Malnutrition levels are alarming. Global Acute Malnutrition rates range from 38 to 75 per cent in El Fasher and reach 29 per cent in Kadugli — among the world’s worst this year. Outbreaks of cholera, malaria, and measles are worsening the crisis in areas where health, water, and sanitation systems have collapsed.
“The deadly combination of hunger, disease and displacement is placing millions of children at risk,” said Lucia Elmi, UNICEF’s Director of Emergency Operations. “Girls often bear the brunt, facing increased risks of malnutrition, violence, and being pulled out of school. Therapeutic food, safe water, and essential medicines can save lives, but only if we can reach children in time.”

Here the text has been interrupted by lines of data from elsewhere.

package dynamic

import "math"

// lump is one unit of the system prepared for integration: rates instead of lags.
type lump struct {
	kind     Kind
	n        float64
	k        float64 // MW per Hz of deviation beyond the deadband
	band     float64
	up, down float64
	rate     float64 // MW/s; 0: not limited

	r1, r2, r3 float64 // 1/lag of the stages, 0: none
	hp         float64 // share before r3 (Steam)
	lead       float64 // direct share of the transient droop (Hydro)
	delay      float64
	mwsPerHz   float64 // Synthetic: 2·E/f0

	at     int // first state
	states int
	cursor int // into the history, for delay
	p      float64
}

func (l *lump) prepare(u *Unit, f0 float64, at int) {
	m := u.Model
	gain := m.Gain
	if gain == 0 {
		gain = 1
	}
	*l = lump{kind: m.Kind, n: u.N, band: m.DeadbandHz, up: max(u.UpMW, 0), down: max(u.DownMW, 0), rate: m.RatePctPerS / 100 * u.RatingMW, at: at, hp: 1}
	if m.DroopPct > 0 {
		l.k = gain * u.RatingMW * 100 / (m.DroopPct * f0)
	}
	inverse := func(x float64) float64 {
		if x > 0 {
			l.states++
			return 1 / x
		}
		return 0
	}
	switch m.Kind {
	case Steam:
		l.r1, l.r2 = inverse(m.GovernorS), inverse(m.ChestS)
		if m.HighPressureShare < 1 && m.ReheatS > 0 {
			l.hp, l.r3 = m.HighPressureShare, inverse(m.ReheatS)
		}
	case Gas:
		l.r1, l.r2, l.r3 = inverse(m.GovernorS), inverse(m.FuelS), inverse(m.TurbineS)
	case Hydro:
		l.r1 = inverse(m.GovernorS)
		l.lead = 1
		if m.TransientDroopPct > m.DroopPct {
			l.lead = m.DroopPct / m.TransientDroopPct
			l.r2 = inverse(m.DashpotS / l.lead)
		}
		l.r3 = inverse(m.WaterS / 2)
	case Droop:
		l.r1 = inverse(m.LagS)
		l.delay = m.DelayS
	case Synthetic:
		l.r1 = inverse(m.FilterS)
		l.mwsPerHz = 2 * u.SyntheticMWs / f0
	}
}

// asked is what droop asks for at a deviation.
func (l *lump) asked(x float64) float64 {
	switch {
	case x > l.band:
		return min(l.k*(x-l.band), l.up)
	case x < -l.band:
		return max(l.k*(x+l.band), -l.down)
	}
	return 0
}

func (l *lump) limited(v float64) float64 {
	if l.rate > 0 {
		return min(max(v, -l.rate), l.rate)
	}
	return v
}

// derive gives what one unit delivers at a deviation x (as it measures it) and fills in the
// derivatives of its states.
func (l *lump) derive(x float64, y, dy []float64) float64 {
	i := l.at
	stage := func(in, r float64) float64 {
		if r == 0 {
			return in
		}
		out := y[i]
		dy[i] = (in - out) * r
		i++
		return out
	}
	switch l.kind {
	case Synthetic:
		// The filter's own slope: r·(x − filtered).
		slope := (x - y[i]) * l.r1
		dy[i] = slope
		return min(max(l.mwsPerHz*slope, -l.down), l.up)
	case Step:
		return 0 // a straight line between instants, see Simulator.line
	}
	u := l.asked(x)
	if l.kind == Hydro {
		if l.r2 > 0 { // transient droop: (1 + TR·s)/(1 + TR/lead·s)
			w := y[i+1]
			dy[i+1] = (u - w) * l.r2
			u = w + l.lead*(u-w)
		}
		gate := y[i]
		d := l.limited((u - gate) * l.r1)
		dy[i] = d
		if l.r3 == 0 {
			return gate
		}
		j := i + 1
		if l.r2 > 0 {
			j++
		}
		flow := y[j]
		dy[j] = (gate - flow) * l.r3
		return 3*flow - 2*gate
	}
	v := u
	if l.r1 > 0 {
		v = y[i]
		dy[i] = l.limited((u - v) * l.r1)
		i++
	}
	v = stage(v, l.r2)
	if l.kind == Steam && l.r3 > 0 {
		return l.hp*v + (1-l.hp)*stage(v, l.r3)
	}
	return stage(v, l.r3)
}

// room weighs a state's error: MW of all units.
func (l *lump) weight() float64 {
	if l.kind == Synthetic {
		return l.n * l.mwsPerHz * l.r1
	}
	return l.n
}

func isInf(x float64) bool { return math.IsInf(x, 0) }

In areas where access has been possible, WFP operations are helping to stave off further collapse. The agency now reaches more than four million people each month with food assistance, despite dangerous conditions for aid workers and repeated supply disruptions. “We see what’s possible when we can deliver,” said Ross Smith, WFP’s Director of Emergencies. “Families rebuild, markets revive, and children get the food they need to survive. But conflict still decides who eats and who does not. Too many communities are being pushed into starvation simply because we cannot reach them.”
Humanitarian access remains the defining factor. In El Fasher and Kadugli, markets have collapsed, prices for staple foods have soared, and most households have exhausted their reserves. Aid convoys often face long delays, denials, or direct attacks. Even as FAO, WFP, and UNICEF deliver integrated assistance — combining food, nutrition, health, water, sanitation, and agricultural support — the reach is inconsistent and the needs overwhelming.
Without safe and sustained access, adequate funding, and an end to hostilities, the agencies warn that famine will persist and could spread to new areas by early 2026, when food stocks deplete and conflict shows no sign of abating.
The IPC and its Famine Review Committee — an independent, evidence-based process involving multiple humanitarian organisations — emphasise that famine is not declared by any single agency. Rather, it is determined by technical consensus using data on food consumption, malnutrition, and mortality.
In Sudan, that data now points to a grim truth: where humanitarians can reach, hunger recedes. Where they cannot, famine follows.